Espero estar enganado, mas não compartilho do otimismo embutido nessas avaliações que se sobressaem na mídia e na fala do presidente Lula. Em função da dificuldade de confiar nas informações publicadas, e do difícil acesso a dados confiáveis sobre a verdadeira situação da economia global, muitas vezes o melhor é calar e afiar o olhar na busca de informações consistentes.

Três informações publicadas recentemente na imprensa não podem passar ao largo de qualquer análise que se pretenda objetiva da crise econômica global em curso. São elas:
1 – O rombo de cerca de 1 trilhão de dólares ainda sem cobertura no sistema bancário mundial;

2 – O risco de calote dos EUA aos detentores de títulos do governo norte-americano no mercado financeiro internacional; e,

3 – O risco de uma onda de inadimplência dos tomadores de crédito no mercado de consumidores diretos na Ásia.

Apesar das vultosas injeções de dinheiro público recebidas pelos bancos em todo o mundo desde a eclosão da crise em 2008, estima-se que um terço do rombo criado pela aventura da alavancagem pelos derivativos ainda se encontra sem cobertura. Se esse valor for suprimido do bolso dos contribuintes, aumenta o custo, ainda não percebido por quem pagará a conta, da salvação do mercado pelo Estado. Se, por outro lado, esse rombo não for coberto, não serão poucos os bancos a quebrar. Alguém se arrisca a prever as virtuais conseqüências de uma onda global de quebra de bancos?
Em discurso proferido em meados desse mês, o presidente Barack Obama afirmou que a dívida norte-americana é insustentável e que os Estados Unidos não podem continuar na dependência da China e de outros credores. Em algum momento, disse Obama, os credores ficarão cansados de bancar as despesas da maior economia do mundo. E; “Quando isso acontecer, vamos ter de aumentar os juros para conseguir financiamento e isso vai provocar aumento de juros para todo o mundo.”, disse ele.

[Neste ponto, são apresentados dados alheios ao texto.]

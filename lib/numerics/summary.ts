// What a cloud of draws says: quantiles, the interval that covers a share of it, and whether two clouds rise together.
import { checkNumber, InputError } from "../door.js";
import { checkList, checkSameLength, type NumberList } from "./lists.js";

/** A median with the interval that holds the share `level` of the draws around it. */
export interface CoverageInterval {
  readonly value: number;
  readonly low: number;
  readonly high: number;
  readonly level: number;
}

/**
 * The quantile of a sample, interpolated linearly between the order statistics: definition 7 of Hyndman and Fan.
 *
 * - `sortedValues`: at least one finite number, in rising order.
 * - `probability`: 0 to 1.
 *
 * With h = (n - 1) probability, counted from 0: (1 - f) x[floor h] + f x[floor h + 1], f = h - floor h.
 * @throws InputError when the list is empty, not in rising order, or holds something that is not a finite number.
 * @source R. J. Hyndman, Y. Fan, The American Statistician 50 (1996) 361-365, doi 10.1080/00031305.1996.10473566
 * (from memory).
 * @example
 * ```ts
 * import { quantile } from "resinwright";
 * quantile([1, 2, 3, 4], 0.25); // → 1.75
 * ```
 */
export function quantile(sortedValues: NumberList, probability: number): number {
  checkList("quantile", "sortedValues", sortedValues);
  checkRising(sortedValues);
  checkNumber(probability, { where: "quantile", field: "probability", min: 0, max: 1 });
  return interpolated(sortedValues, probability);
}

/**
 * The median of a sample and its probabilistically symmetric coverage interval.
 *
 * - `values`: finite draws in any order, at least `drawsNeeded`.
 * - `level`: coverage probability p, above 0 and below 1.
 *
 * With M draws sorted as y(1) ... y(M): q is p M rounded to a whole number, r is (M - q)/2 rounded up,
 * low = y(r), high = y(r + q).
 * @throws InputError when there are too few draws for the level, or one is not a finite number.
 * @source JCGM 101:2008, Propagation of distributions using a Monte Carlo method, clause 7.7 (from memory).
 * @example
 * ```ts
 * import { coverageInterval } from "resinwright";
 * const draws = Array.from({ length: 1000 }, (_, i) => i + 1);
 * coverageInterval(draws, 0.9).low; // → 50
 * coverageInterval(draws, 0.9).high; // → 950
 * ```
 */
export function coverageInterval(values: NumberList, level: number): CoverageInterval {
  checkList("coverageInterval", "values", values);
  checkNumber(level, {
    where: "coverageInterval",
    field: "level",
    min: 0,
    above: true,
    max: 1 - Number.EPSILON,
  });
  const y = Float64Array.from(values).sort();
  const M = y.length;
  const q = Math.floor(level * M + 0.5);
  const r = Math.floor((M - q + 1) / 2);
  if (M < drawsNeeded(level)) {
    throw new InputError(
      `coverageInterval: ${M} draws cannot show an interval of level ${level}; draw at least ${drawsNeeded(level)}`,
    );
  }
  return { value: interpolated(y, 0.5), low: y[r - 1]!, high: y[r + q - 1]!, level };
}

/**
 * How many draws a coverage interval needs at least: 2 / (1 - level), so that one is expected beyond each end, and 1 / level.
 *
 * - `level`: coverage probability, above 0 and below 1.
 * @throws InputError when the level is out of range.
 * @example
 * ```ts
 * import { drawsNeeded } from "resinwright";
 * drawsNeeded(0.95); // → 40
 * ```
 */
export function drawsNeeded(level: number): number {
  const field = "level";
  checkNumber(level, { where: "drawsNeeded", field, min: 0, above: true, max: 1 - Number.EPSILON });
  // A hair is taken off first: 2 / (1 - 0.9) is 20.000000000000004.
  return Math.ceil(Math.max(2 / (1 - level), 1 / level) - 1e-9);
}

/**
 * Spearman's rank correlation of two samples, -1 to 1: the correlation of their ranks, ties sharing their mean rank.
 *
 * - `a`, `b`: two lists of the same length, at least 2 finite numbers each, neither of them constant.
 * @throws InputError when the lengths differ, there are fewer than 2 numbers, or all of one list are equal.
 * @source C. Spearman, American Journal of Psychology 15 (1904) 72-101, doi 10.2307/1412159 (from memory).
 * @example
 * ```ts
 * import { rankCorrelation } from "resinwright";
 * rankCorrelation([1, 2, 3, 4], [1, 4, 9, 16]); // → 1
 * ```
 */
export function rankCorrelation(a: NumberList, b: NumberList): number {
  checkList("rankCorrelation", "a", a, { atLeast: 2 });
  checkList("rankCorrelation", "b", b, { atLeast: 2 });
  checkSameLength("rankCorrelation", { a, b });
  const meanRank = (a.length + 1) / 2;
  const da = ranks(a).map((rank) => rank - meanRank);
  const db = ranks(b).map((rank) => rank - meanRank);
  const r = dot(da, db) / Math.sqrt(spread("a", da) * spread("b", db));
  return Math.max(-1, Math.min(1, r));
}

function interpolated(sorted: NumberList, probability: number): number {
  const h = (sorted.length - 1) * probability;
  const share = h - Math.floor(h);
  return (1 - share) * sorted[Math.floor(h)]! + share * sorted[Math.ceil(h)]!;
}

function ranks(values: NumberList): Float64Array {
  const order = Array.from(values, (_, i) => i).sort((i, j) => values[i]! - values[j]!);
  const rank = new Float64Array(values.length);
  for (let start = 0, end = 0; start < order.length; start = end) {
    while (end < order.length && values[order[end]!] === values[order[start]!]) end++;
    for (let k = start; k < end; k++) rank[order[k]!] = (start + 1 + end) / 2;
  }
  return rank;
}

function spread(field: string, deviations: Float64Array): number {
  const sum = dot(deviations, deviations);
  if (sum > 0) return sum;
  throw new InputError(
    `rankCorrelation: all numbers of ${field} are equal; a constant has no rank correlation, leave it out`,
  );
}

const dot = (a: Float64Array, b: Float64Array): number => a.reduce((sum, x, i) => sum + x * b[i]!, 0);

function checkRising(values: NumberList): void {
  for (let i = 1; i < values.length; i++) {
    if (values[i]! < values[i - 1]!) {
      throw new InputError(
        `quantile: sortedValues[${i}] is ${values[i]}, below the ${values[i - 1]} before it; sort the values first`,
      );
    }
  }
}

Para quem não sabe, a China é a maior credora dos EUA e o Brasil é o sétimo maior detentor de títulos públicos norte-americanos no mundo. Seria cômico, não fossem as trágicas conseqüências de um cenário com esse, observar a cara da esquerda latinoamericana, que sempre defendeu a moratória da dívida externa dos países subdesenvolvidos, se, de uma hora para outra, os nossos irmãos do norte decidissem dar um calote no mundo.

Por fim, analistas respeitáveis andam projetando o sério risco de que os consumidores asiáticos possam não ter como honrar os créditos fáceis que tomaram no mercado para financiar a compra das mercadorias em excesso que tiveram que absorver sob pressão, em função das dificuldades de escoamento desses produtos por seus fabricantes, que costumavam exportá-los para o mercado norte-americano e europeu, hoje em profunda crise. A se conformar esse prognóstico, teríamos aí outra fonte de turbulência global com potencial explosivo.

Dizia minha avó que desgraça pouca é bobagem. Tomara estivesse errada. Na dúvida, é bom manter as barbas de molho sempre que se ouvir o presidente Lula anunciar o fim iminente dessa crise.